17 filmes realistas sobre relacionamentos

Confesso que sempre gostei de ver filmes de romance. Até mesmo as comédias românticas…nunca neguei. No entanto, não são todos os títulos que representam muito bem a realidade e quando isso acontece a experiência acaba sendo ainda melhor. Pensando nisso, pensei em fazer esta lista com 17 obras que me marcaram justamente por trazerem uma visão mais honesta sobre relacionamentos, por evitar firulas e um romantismo desnecessário. Filmes que falaram a verdade, por mais dolorosa que seja. Filmes que conseguimos olhar para tela e nos ver ali, representados.

17. Celeste e Jesse Para Sempre (2012)

O filme acompanha a vida de Jesse (Andy Samberg) e Celeste (Rashida Jones) que decidem, após um longo tempo juntos, se separar. No entanto, são mais do que um simples casal, eles são melhores amigos e por isso decidem fazer esta separação amigavelmente. O filme encanta pela naturalidade com que trata essa situação tão delicada e aos poucos vamos percebendo que este rompimento não está sendo fácil para nenhum dos dois. É gostoso de acompanhar essa cumplicidade entre eles, mas ao mesmo tempo é triste ver o quanto um completa o outro, mesmo que ambos nunca estejam no mesmo caminho, seguindo os mesmo passos.

16. Apenas uma Vez (2006)

Não existe aqui um romance explícito, na verdade só me dei conta do que realmente acontece na trama depois de rever a obra. E quando nos damos conta é um pouco doloroso sim. O filme pode ter outras interpretações, mas ao meu ver, “Apenas Uma Vez” diz muito sobre as chances que perdemos quando se trata de relacionamentos, sobre tudo aquilo que muitas vezes deixamos de falar.
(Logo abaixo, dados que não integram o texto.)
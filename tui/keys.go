package tui

import (
	"github.com/charmbracelet/bubbles/key"
)

// KeyMap holds every key the UI answers to. It is also the help: the help
// overlay and the short help line are generated from it.
type KeyMap struct {
	Up, Down, Left, Right             key.Binding
	PanUp, PanDown, PanLeft, PanRight key.Binding
	ZoomIn, ZoomOut, ResetView        key.Binding
	Bands, Field, Zones, Readings     key.Binding
	Arrows, Suggestions, Contours     key.Binding
	Fine                              key.Binding
	ZoneList, NextZone, PrevZone      key.Binding
	Jump                              key.Binding
	Table, Exclude, Order, Reverse    key.Binding
	PageUp, PageDown, Top, Bottom     key.Binding
	Mark, Profile                     key.Binding
	Settings, Apply, Cancel           key.Binding
	Export                            key.Binding
	Back, Help, Quit                  key.Binding

	// Help-only summaries for the short help line (never matched).
	Move, Pan, Zoom, Layers, Choose, Change, Page, NextPrev key.Binding
}

// DefaultKeyMap returns isofield's keys.
func DefaultKeyMap() KeyMap {
	b := func(help string, desc string, keys ...string) key.Binding {
		return key.NewBinding(key.WithKeys(keys...), key.WithHelp(help, desc))
	}
	return KeyMap{
		Up:          b("↑/k", "north", "up", "k"),
		Down:        b("↓/j", "south", "down", "j"),
		Left:        b("←/h", "west", "left", "h"),
		Right:       b("→/l", "east", "right", "l"),
		PanUp:       b("K", "pan north", "K", "shift+up"),
		PanDown:     b("J", "pan south", "J", "shift+down"),
		PanLeft:     b("H", "pan west", "H", "shift+left"),
		PanRight:    b("L", "pan east", "L", "shift+right"),
		ZoomIn:      b("+", "zoom in", "+", "="),
		ZoomOut:     b("-", "zoom out", "-", "_"),
		ResetView:   b("0", "whole survey", "0"),
		Bands:       b("1", "bands", "1"),
		Field:       b("2", "field |E|", "2"),
		Zones:       b("3", "zone outlines", "3"),
		Readings:    b("4", "readings: all/flagged/none", "4"),
		Arrows:      b("5", "field arrows", "5"),
		Suggestions: b("6", "infill points", "6"),
		Contours:    b("7", "band edges", "7"),
		Fine:        b("f", "fine map", "f"),
		ZoneList:    b("z", "zones list", "z"),
		NextZone:    b("n", "next zone", "n"),
		PrevZone:    b("N", "prev zone", "N"),
		Jump:        b("enter", "go to zone", "enter"),
		Table:       b("t", "readings", "t"),
		Exclude:     b("x", "exclude/include", "x"),
		Order:       b("o", "order by", "o"),
		Reverse:     b("r", "reverse", "r"),
		PageUp:      b("pgup", "page up", "pgup"),
		PageDown:    b("pgdn", "page down", "pgdown"),
		Top:         b("home/g", "first row", "home", "g"),
		Bottom:      b("end/G", "last row", "end", "G"),
		Mark:        b("m", "mark A/B", "m"),
		Profile:     b("p", "profile", "p"),
		Settings:    b("s", "settings", "s"),
		Apply:       b("enter", "type a value", "enter"),
		Cancel:      b("c", "cancel regrid", "c"),
		// Export waits for the export package's entry point.
		Export:   key.NewBinding(key.WithKeys("e"), key.WithHelp("e", "export"), key.WithDisabled()),
		Back:     b("esc", "back", "esc"),
		Move:     b("←↓↑→", "move", "up", "down", "left", "right"),
		Pan:      b("HJKL", "pan", "H", "J", "K", "L"),
		Zoom:     b("+/-", "zoom", "+", "-"),
		Page:     b("pgup/pgdn", "page up/down", "pgup", "pgdown"),
		NextPrev: b("n/N", "next/prev", "n", "N"),
		Layers:   b("1…7", "layers", "1", "2", "3", "4", "5", "6", "7"),
		Choose:   b("↑↓", "choose", "up", "down"),
		Change:   b("←→", "change", "left", "right"),
		Help:     b("?", "help", "?"),
		Quit:     b("q", "quit", "q", "ctrl+c"),
	}
}

// ShortHelp is the one-line help under the map, most useful first: the
// line shows as many as fit.
func (k KeyMap) ShortHelp() []key.Binding {
	return []key.Binding{k.Help, k.Move, k.Layers, k.Table, k.Settings, k.Quit,
		k.NextZone, k.Zoom, k.Exclude, k.Mark, k.Profile, k.ZoneList}
}

// FullHelp is the help overlay, one column per group: the cursor and
// view, the layers, the zones, the readings, and the rest. The cursor's
// and the view's four directions are summed up in one line each.
func (k KeyMap) FullHelp() [][]key.Binding {
	move := key.NewBinding(key.WithKeys("up"), key.WithHelp("←↓↑→ hjkl", "move the cursor"))
	pan := key.NewBinding(key.WithKeys("K"), key.WithHelp("HJKL ⇧+←↓↑→", "pan the view"))
	ends := key.NewBinding(key.WithKeys("home"), key.WithHelp("g/G home/end", "first/last row"))
	return [][]key.Binding{
		{move, pan, k.ZoomIn, k.ZoomOut, k.ResetView, k.Fine, k.Mark, k.Profile},
		{k.Bands, k.Field, k.Zones, k.Readings, k.Arrows, k.Suggestions, k.Contours},
		{k.ZoneList, k.NextZone, k.PrevZone, k.Jump, k.Settings, k.Cancel, k.Export},
		{k.Table, k.Order, k.Reverse, k.Exclude, k.Page, ends},
		{k.Back, k.Help, k.Quit},
	}
}

// shortHelpFor returns the short help of the focused screen.
func (k KeyMap) shortHelpFor(f focus, prompting, typing bool) []key.Binding {
	done := key.NewBinding(key.WithKeys("enter"), key.WithHelp("enter", "done"))
	switch {
	case prompting, typing:
		return []key.Binding{done, k.Back}
	}
	switch f {
	case focusZones:
		return []key.Binding{k.Help, k.Choose, k.Jump, k.NextPrev, k.Back, k.Quit}
	case focusTable:
		return []key.Binding{k.Help, k.Choose, k.Order, k.Reverse, k.Exclude, k.Back, k.Quit, k.Page, k.Top, k.Bottom}
	case focusProfile:
		return []key.Binding{k.Help, k.Profile, k.Back, k.Quit}
	case focusSettings:
		return []key.Binding{k.Help, k.Choose, k.Change, k.Apply, k.Back, k.Quit}
	}
	return k.ShortHelp()
}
Sobre aquele momento rápido e intenso que vivemos ao lado de alguém e logo se apaga, logo se torna passado.

15. Me Chame Pelo Seu Nome (2017)

Apesar de se tratar de uma realidade muito distante da nossa, a história de Elio e Oliver representa a história de muitas pessoas. Aquele amor de verão, que é tão intenso quanto verdadeiro. Aquela paixão não correspondida da forma como queríamos e a busca por encontrar uma pessoa que se doa tanto quanto nos doamos a ela. É aquela famosa parte que falta mas que não está tão preparada para nós. O instante final do filme é um soco na alma porque nos vemos ali, naquele olhar distante e devastado de Timothée Chalamet. “Me Chame Pelo Seu Nome” também revela, de forma bastante singela, uma fase de amadurecimento e em como aquele primeiro grande envolvimento com outra pessoa nos molda para experiências futuras.

14. Eu Estava Justamente Pensando em Você (2014)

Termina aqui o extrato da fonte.